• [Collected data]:

::::

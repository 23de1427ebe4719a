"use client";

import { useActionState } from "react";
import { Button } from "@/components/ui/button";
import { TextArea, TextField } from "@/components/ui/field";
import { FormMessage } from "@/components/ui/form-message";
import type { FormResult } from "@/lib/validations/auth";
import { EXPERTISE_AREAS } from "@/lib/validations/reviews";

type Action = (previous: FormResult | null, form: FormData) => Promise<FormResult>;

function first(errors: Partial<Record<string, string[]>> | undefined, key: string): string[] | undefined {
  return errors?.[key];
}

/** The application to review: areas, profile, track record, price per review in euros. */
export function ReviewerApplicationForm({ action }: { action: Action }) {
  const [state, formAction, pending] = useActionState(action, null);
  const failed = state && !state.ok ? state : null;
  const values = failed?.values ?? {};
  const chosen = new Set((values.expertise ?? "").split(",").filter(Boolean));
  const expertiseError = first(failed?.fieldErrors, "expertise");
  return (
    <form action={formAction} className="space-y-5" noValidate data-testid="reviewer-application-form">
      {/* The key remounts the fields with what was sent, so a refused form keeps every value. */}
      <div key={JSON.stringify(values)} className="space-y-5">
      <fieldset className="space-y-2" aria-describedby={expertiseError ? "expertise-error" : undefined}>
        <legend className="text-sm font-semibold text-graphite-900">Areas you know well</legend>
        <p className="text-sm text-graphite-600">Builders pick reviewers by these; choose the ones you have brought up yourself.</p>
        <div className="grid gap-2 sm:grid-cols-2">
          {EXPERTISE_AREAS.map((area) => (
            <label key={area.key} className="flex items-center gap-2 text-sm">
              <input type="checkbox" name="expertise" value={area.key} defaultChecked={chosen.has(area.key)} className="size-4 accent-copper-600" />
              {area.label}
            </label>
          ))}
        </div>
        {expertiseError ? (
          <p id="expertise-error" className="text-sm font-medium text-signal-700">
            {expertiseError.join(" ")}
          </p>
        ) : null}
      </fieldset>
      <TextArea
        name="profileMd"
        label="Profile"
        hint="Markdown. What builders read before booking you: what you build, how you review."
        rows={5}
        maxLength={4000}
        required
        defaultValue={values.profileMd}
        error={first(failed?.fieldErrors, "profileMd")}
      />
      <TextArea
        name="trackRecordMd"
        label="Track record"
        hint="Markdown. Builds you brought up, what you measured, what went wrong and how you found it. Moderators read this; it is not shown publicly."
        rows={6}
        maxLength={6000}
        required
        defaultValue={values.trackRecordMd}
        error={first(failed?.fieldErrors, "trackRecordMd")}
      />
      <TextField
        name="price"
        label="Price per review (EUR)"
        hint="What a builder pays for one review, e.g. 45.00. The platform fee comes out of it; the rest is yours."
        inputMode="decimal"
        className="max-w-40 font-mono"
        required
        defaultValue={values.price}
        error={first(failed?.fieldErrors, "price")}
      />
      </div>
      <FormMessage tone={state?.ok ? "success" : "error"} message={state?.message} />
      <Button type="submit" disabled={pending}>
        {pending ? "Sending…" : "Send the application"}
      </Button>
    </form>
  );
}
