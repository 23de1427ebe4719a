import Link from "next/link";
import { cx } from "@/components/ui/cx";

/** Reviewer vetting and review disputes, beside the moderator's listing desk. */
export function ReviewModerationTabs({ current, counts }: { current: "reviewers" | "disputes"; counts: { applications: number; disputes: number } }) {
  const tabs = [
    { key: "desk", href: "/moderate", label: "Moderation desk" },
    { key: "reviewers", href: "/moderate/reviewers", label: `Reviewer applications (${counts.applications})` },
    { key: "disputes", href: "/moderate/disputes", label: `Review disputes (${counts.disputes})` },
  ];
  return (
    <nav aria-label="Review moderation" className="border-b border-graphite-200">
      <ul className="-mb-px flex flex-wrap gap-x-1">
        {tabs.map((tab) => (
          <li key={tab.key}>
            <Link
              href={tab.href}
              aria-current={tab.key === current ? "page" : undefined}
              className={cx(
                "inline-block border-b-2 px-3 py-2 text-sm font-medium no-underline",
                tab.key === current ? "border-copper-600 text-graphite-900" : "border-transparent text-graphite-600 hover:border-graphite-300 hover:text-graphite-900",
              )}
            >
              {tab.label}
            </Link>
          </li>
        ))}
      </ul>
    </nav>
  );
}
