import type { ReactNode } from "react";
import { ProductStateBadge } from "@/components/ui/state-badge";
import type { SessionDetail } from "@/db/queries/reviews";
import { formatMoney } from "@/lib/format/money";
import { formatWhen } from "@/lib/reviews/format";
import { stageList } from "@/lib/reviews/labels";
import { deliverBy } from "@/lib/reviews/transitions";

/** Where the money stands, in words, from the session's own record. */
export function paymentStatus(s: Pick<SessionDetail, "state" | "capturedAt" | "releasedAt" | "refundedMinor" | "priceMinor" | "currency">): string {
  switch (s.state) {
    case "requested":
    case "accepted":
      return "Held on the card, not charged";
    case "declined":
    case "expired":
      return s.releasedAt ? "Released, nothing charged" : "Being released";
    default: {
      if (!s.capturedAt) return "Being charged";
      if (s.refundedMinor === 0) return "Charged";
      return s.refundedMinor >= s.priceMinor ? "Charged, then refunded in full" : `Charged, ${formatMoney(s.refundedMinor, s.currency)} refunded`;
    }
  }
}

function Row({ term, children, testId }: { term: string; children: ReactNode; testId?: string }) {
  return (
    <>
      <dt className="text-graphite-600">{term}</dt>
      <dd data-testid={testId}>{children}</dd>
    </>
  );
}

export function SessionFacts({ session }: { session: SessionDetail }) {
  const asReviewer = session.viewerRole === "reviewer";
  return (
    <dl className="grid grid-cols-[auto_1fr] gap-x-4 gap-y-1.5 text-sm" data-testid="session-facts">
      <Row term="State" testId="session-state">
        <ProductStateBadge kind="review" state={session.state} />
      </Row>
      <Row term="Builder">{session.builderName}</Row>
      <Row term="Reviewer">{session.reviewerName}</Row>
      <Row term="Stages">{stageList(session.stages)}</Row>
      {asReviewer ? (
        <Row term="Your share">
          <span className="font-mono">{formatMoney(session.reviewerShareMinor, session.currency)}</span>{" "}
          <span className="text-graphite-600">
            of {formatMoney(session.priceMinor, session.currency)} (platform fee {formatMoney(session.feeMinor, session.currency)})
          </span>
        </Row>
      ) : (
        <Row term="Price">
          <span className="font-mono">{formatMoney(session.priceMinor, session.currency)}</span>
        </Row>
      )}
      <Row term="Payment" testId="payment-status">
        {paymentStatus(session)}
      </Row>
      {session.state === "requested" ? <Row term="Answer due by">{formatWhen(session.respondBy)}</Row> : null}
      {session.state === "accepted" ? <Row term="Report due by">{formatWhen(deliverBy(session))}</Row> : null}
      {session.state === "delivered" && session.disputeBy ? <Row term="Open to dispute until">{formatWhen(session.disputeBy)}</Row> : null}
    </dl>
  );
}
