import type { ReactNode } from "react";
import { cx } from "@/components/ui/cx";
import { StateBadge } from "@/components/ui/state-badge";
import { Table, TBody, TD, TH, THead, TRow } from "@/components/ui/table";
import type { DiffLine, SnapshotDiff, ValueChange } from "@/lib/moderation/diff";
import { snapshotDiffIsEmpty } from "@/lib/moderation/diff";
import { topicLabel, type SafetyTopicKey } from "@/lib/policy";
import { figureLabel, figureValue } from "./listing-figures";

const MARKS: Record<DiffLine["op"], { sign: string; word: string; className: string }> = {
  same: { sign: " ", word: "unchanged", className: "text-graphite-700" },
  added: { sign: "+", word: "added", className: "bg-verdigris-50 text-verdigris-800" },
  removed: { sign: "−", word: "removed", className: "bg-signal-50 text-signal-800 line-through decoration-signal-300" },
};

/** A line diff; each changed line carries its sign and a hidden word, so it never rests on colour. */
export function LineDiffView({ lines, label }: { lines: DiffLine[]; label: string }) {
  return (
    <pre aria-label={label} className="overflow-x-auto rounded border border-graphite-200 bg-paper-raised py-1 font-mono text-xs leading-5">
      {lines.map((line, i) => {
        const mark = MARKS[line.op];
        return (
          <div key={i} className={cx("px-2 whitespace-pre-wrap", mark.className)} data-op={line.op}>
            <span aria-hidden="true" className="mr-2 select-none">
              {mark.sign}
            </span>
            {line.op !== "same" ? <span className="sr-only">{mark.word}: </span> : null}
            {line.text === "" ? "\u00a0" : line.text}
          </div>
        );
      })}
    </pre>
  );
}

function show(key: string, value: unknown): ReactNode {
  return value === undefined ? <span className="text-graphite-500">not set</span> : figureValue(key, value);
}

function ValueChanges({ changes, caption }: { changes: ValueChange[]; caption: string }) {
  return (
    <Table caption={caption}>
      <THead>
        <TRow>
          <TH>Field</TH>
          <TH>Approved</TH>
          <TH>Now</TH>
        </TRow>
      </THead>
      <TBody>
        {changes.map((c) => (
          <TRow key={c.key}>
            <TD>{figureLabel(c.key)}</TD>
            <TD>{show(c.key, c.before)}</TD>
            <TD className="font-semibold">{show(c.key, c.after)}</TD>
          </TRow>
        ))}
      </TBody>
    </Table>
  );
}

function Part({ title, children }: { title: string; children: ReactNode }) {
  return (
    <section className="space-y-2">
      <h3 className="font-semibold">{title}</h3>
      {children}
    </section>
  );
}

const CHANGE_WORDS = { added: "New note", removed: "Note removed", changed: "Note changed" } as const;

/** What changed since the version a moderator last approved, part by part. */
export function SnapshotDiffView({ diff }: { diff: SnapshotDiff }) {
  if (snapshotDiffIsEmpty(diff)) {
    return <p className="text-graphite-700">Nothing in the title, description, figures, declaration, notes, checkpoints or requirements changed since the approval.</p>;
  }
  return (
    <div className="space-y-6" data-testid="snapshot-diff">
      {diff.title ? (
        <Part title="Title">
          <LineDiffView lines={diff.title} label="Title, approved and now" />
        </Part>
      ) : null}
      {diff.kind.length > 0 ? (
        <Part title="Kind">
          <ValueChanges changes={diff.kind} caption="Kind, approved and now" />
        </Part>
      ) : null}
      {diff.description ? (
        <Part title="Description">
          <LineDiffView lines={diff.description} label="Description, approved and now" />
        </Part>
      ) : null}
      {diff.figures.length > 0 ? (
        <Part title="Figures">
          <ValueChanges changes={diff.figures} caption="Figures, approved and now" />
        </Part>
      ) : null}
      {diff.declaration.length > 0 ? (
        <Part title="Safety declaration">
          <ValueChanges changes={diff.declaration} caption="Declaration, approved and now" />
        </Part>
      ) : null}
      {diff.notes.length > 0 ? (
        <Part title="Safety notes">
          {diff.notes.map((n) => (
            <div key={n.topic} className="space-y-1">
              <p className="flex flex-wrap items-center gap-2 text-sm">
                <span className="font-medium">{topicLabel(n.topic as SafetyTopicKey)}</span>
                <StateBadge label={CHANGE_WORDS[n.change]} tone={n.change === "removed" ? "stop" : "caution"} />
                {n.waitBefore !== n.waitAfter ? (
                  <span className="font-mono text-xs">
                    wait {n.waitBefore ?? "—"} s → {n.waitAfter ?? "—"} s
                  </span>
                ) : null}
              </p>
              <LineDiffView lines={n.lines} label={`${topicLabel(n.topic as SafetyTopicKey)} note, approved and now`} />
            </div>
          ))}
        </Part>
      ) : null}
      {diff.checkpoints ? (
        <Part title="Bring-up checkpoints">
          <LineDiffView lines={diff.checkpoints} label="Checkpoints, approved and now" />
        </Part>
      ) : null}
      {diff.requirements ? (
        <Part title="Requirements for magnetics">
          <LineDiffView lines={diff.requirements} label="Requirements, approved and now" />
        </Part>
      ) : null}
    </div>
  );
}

::::

• [PROBLEM REQUIREMENTS]: Copy each line from the entries above that has the word "trackRecordMd" in it.

• [OUTPUT]:
        name="trackRecordMd"
        defaultValue={values.trackRecordMd}
        error={first(failed?.fieldErrors, "trackRecordMd")}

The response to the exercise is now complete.